In a bit of a mashup, the Department of Biological Sciences and the Department of Classics celebrated Halloween, Homeric classics, and Rose Hill’s extraordinary collection of trees at a party held on Oct. 28.
Organizers challenged students from all disciplines to name as many Rose Hill trees by both their common name and their Latin name. The contest winner was announced at a Halloween party where guests dressed up as their favorite Homeric characters.
One common denominator for everyone attending, including biologists, classics majors, anthropologists, and more, was an appreciation for Latin. Anthropology major John Perroni said that he likes to attend as many events thrown by the Classics Club in order to brush up on the language—he encounters Latin through forensics and biological anthropology, which use plenty of Latin derivatives.
“I feel like if I know the Latin and I come to a term that I’m unfamiliar with, I’ll be able to figure out what it means,” he said.
For sophomore Blair Brunetti, winner of the tree-naming competition, Latin is big part of her biology curriculum. She said that while attending a Classics Club event at the herbarium at nearby New York Botanical Garden (NYBG), she began to understand how plants were named.
“A lot of the plants are named after the people that discover them or for their characteristics, like there was one plant that used nasum, which is the [Latin] word for nose, because the leaves looked like a nose,” she said.

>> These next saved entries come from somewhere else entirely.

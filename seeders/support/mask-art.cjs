'use strict';
// Demo product photographs for the seeders, drawn as vector "studio shots" of
// cast-resin animal masks. Pure and deterministic: every bit of jitter comes
// from a PRNG seeded by the design+finish slugs, so re-seeding a database
// yields byte-identical images (and stable ETags / CDN caches).

const W = 1200;
const H = 1500;
const CX = W / 2;

const DESIGNS = [
  { slug: 'ibex', name: 'Ibex' },
  { slug: 'hare', name: 'Hare' },
  { slug: 'moth', name: 'Moth' },
  { slug: 'boar', name: 'Boar' },
  { slug: 'ram', name: 'Ram' },
];

const FINISHES = [
  { slug: 'old-bone', name: 'Old Bone' },
  { slug: 'bog-oak', name: 'Bog Oak' },
  { slug: 'verdigris', name: 'Verdigris' },
  { slug: 'soot-and-gilt', name: 'Soot & Gilt' },
];

// One paint treatment per finish. Every mask part is painted from the same
// table, so a design never needs to know which finish it is wearing.
//   base:   lit -> mid -> turned-away colour of the shared light gradient
//   wash:   what pools in recesses and under edges (the "antiquing" glaze)
//   side:   the cut thickness of the shell, seen at eye holes and turned edges
//   high:   what shows on rubbed high points (polish, sheen, bare copper)
//   accent: stops of a banded gradient used for rims and ridges (gold leaf etc.)
//   tip:    colour fading in towards horn / ear tips
//   tex:    feTurbulence recipe; layers are [colour, gain, offset] so that
//           alpha = gain * noise + offset picks the light or dark side of it
const PALETTES = {
  'old-bone': {
    base: ['#f7f0e0', '#e0cfac', '#a98e67'], wash: '#5b4a39', washAlpha: 0.6,
    side: '#9a8262', hole: '#241b14', high: '#fffcf4', highAlpha: 0.75,
    accent: ['#6f5840', '#98805f', '#5f4a35'], rimAlpha: 0.5, rimWidth: 4, ridgeAlpha: 0.55,
    tip: '#7a5f42', tipAlpha: 0.75, strap: '#5b3f2b',
    tex: { type: 'fractalNoise', freq: '0.014', oct: 3,
      layers: [['#6a553e', -1.8, 0.8], ['#fffaf0', 1.8, -0.82]] },
  },
  'bog-oak': {
    base: ['#6a4a34', '#3b281c', '#1a110b'], wash: '#080403', washAlpha: 0.7,
    side: '#24170f', hole: '#060302', high: '#d4a373', highAlpha: 0.32,
    accent: ['#1c110a', '#7a5238', '#2a1a10'], rimAlpha: 0.6, rimWidth: 3, ridgeAlpha: 0.8,
    tip: '#140c07', tipAlpha: 0.5, strap: '#2a1d15',
    // Strongly anisotropic turbulence: fast across, slow along = grain lines.
    tex: { type: 'turbulence', freq: '0.045 0.0035', oct: 2,
      layers: [['#0c0704', -4.5, 0.85], ['#8a6448', 3.2, -1.25]] },
  },
  verdigris: {
    base: ['#9fd3bd', '#5c9f8b', '#2c6459'], wash: '#17352f', washAlpha: 0.6,
    side: '#7a4a2a', hole: '#0f1c1a', high: '#c27a45', highAlpha: 0.9,
    accent: ['#6b3519', '#c57a48', '#f0b889', '#93532c'], rimAlpha: 0.95, rimWidth: 6, ridgeAlpha: 0.9,
    tip: '#b86d3c', tipAlpha: 0.9, strap: '#3b2a20',
    tex: { type: 'fractalNoise', freq: '0.022', oct: 3,
      layers: [['#cfeadb', 4, -2.2], ['#1d463e', -3.5, 1.55]] },
  },
  'soot-and-gilt': {
    base: ['#3a3633', '#1f1d1b', '#0c0b0a'], wash: '#000000', washAlpha: 0.6,
    side: '#2a2724', hole: '#040404', high: '#8a8178', highAlpha: 0.25,
    accent: ['#6d4b15', '#c9a04a', '#fff0b5', '#b8892f', '#7a5518', '#e9c76e'],
    rimAlpha: 1, rimWidth: 8, ridgeAlpha: 1, tip: '#e2bb5c', tipAlpha: 1, strap: '#141210',
    tex: { type: 'fractalNoise', freq: '0.06', oct: 2,
      layers: [['#5a534c', 1.8, -0.8], ['#000000', -1.8, 0.8]] },
  },
};

// ---- small maths helpers ---------------------------------------------------

const f = (n) => Math.round(n * 10) / 10;
const X = (s, dx) => CX + s * dx; // s = -1 left, +1 right: one code path for both sides

function hash(str) { // FNV-1a, only used to seed the PRNG and feTurbulence
  let h = 2166136261;
  for (const c of str) h = Math.imul(h ^ c.charCodeAt(0), 16777619);
  return h >>> 0;
}

function prng(seed) { // mulberry32
  let a = seed;
  return () => {
    a = (a + 0x6d2b79f5) | 0;
    let t = Math.imul(a ^ (a >>> 15), 1 | a);
    t = (t + Math.imul(t ^ (t >>> 7), 61 | t)) ^ t;
    return ((t ^ (t >>> 14)) >>> 0) / 4294967296;
  };
}

function bez(p0, p1, p2, p3, n = 40) { // sample a cubic as a polyline
  const out = [];
  for (let i = 0; i <= n; i++) {
    const t = i / n, u = 1 - t;
    out.push([0, 1].map((j) => u * u * u * p0[j] + 3 * u * u * t * p1[j] + 3 * u * t * t * p2[j] + t * t * t * p3[j]));
  }
  return out;
}

// Frame (point, unit tangent, unit normal) at every sample of a polyline.
function frames(pts) {
  return pts.map((p, i) => {
    const a = pts[Math.max(0, i - 1)], b = pts[Math.min(pts.length - 1, i + 1)];
    const dx = b[0] - a[0], dy = b[1] - a[1], l = Math.hypot(dx, dy) || 1;
    return { p, t: [dx / l, dy / l], n: [-dy / l, dx / l] };
  });
}

const poly = (pts) => 'M' + pts.map((p) => f(p[0]) + ' ' + f(p[1])).join('L') + 'Z';

// Outline of a tapered tube (horn, ear, tusk) around a centreline; `shift`
// slides it sideways (as a fraction of width) for lit/shaded bands on it.
function tubeD(pts, wf, scale = 1, shift = 0) {
  const fr = frames(pts), L = [], R = [];
  fr.forEach(({ p, n }, i) => {
    const t = i / (fr.length - 1), w = wf(t, i), o = shift * w;
    L.push([p[0] + n[0] * (o + (w * scale) / 2), p[1] + n[1] * (o + (w * scale) / 2)]);
    R.push([p[0] + n[0] * (o - (w * scale) / 2), p[1] + n[1] * (o - (w * scale) / 2)]);
  });
  return poly(L.concat(R.reverse()));
}

// A bilaterally symmetric outline from its left half: cubic segments from the
// top centre down to the bottom centre; the right half is the mirror, reversed.
function symPath(start, segs) {
  const m = (x) => f(W - x);
  let d = `M${start[0]} ${start[1]}`;
  segs.forEach((s) => { d += `C${s.join(' ')}`; });
  const ends = [start].concat(segs.map((s) => [s[4], s[5]]));
  for (let i = segs.length - 1; i >= 0; i--) {
    const s = segs[i], e = ends[i];
    d += `C${m(s[2])} ${s[3]} ${m(s[0])} ${s[1]} ${m(e[0])} ${e[1]}`;
  }
  return d + 'Z';
}

const ell = (cx, cy, rx, ry) =>
  `M${f(cx - rx)} ${f(cy)}A${f(rx)} ${f(ry)} 0 1 0 ${f(cx + rx)} ${f(cy)}A${f(rx)} ${f(ry)} 0 1 0 ${f(cx - rx)} ${f(cy)}Z`;

// ---- the painting kit handed to each design -------------------------------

The tree contest turned out to be a two way street, as many of the Latin majors found an appreciation for botany. Classics graduate student Harrison Troyano said he recently presented a paper on the flora and fauna found in Seneca’s Oedipus.
“I see that my interest is not just something for a paper, but that it might be more useful in the future,” he said. Fordham’s strong biology department, as well as its proximity to NYBG make for “more opportunities that I have here at Fordham—and that makes botany more enticing.”
Just as Troyano was speaking of Oedipus, a reference to the play arrived in the form of Devin D’agostino, dressed as a dinosaur in a toga: Oedipus Tyrannosaurus Rex.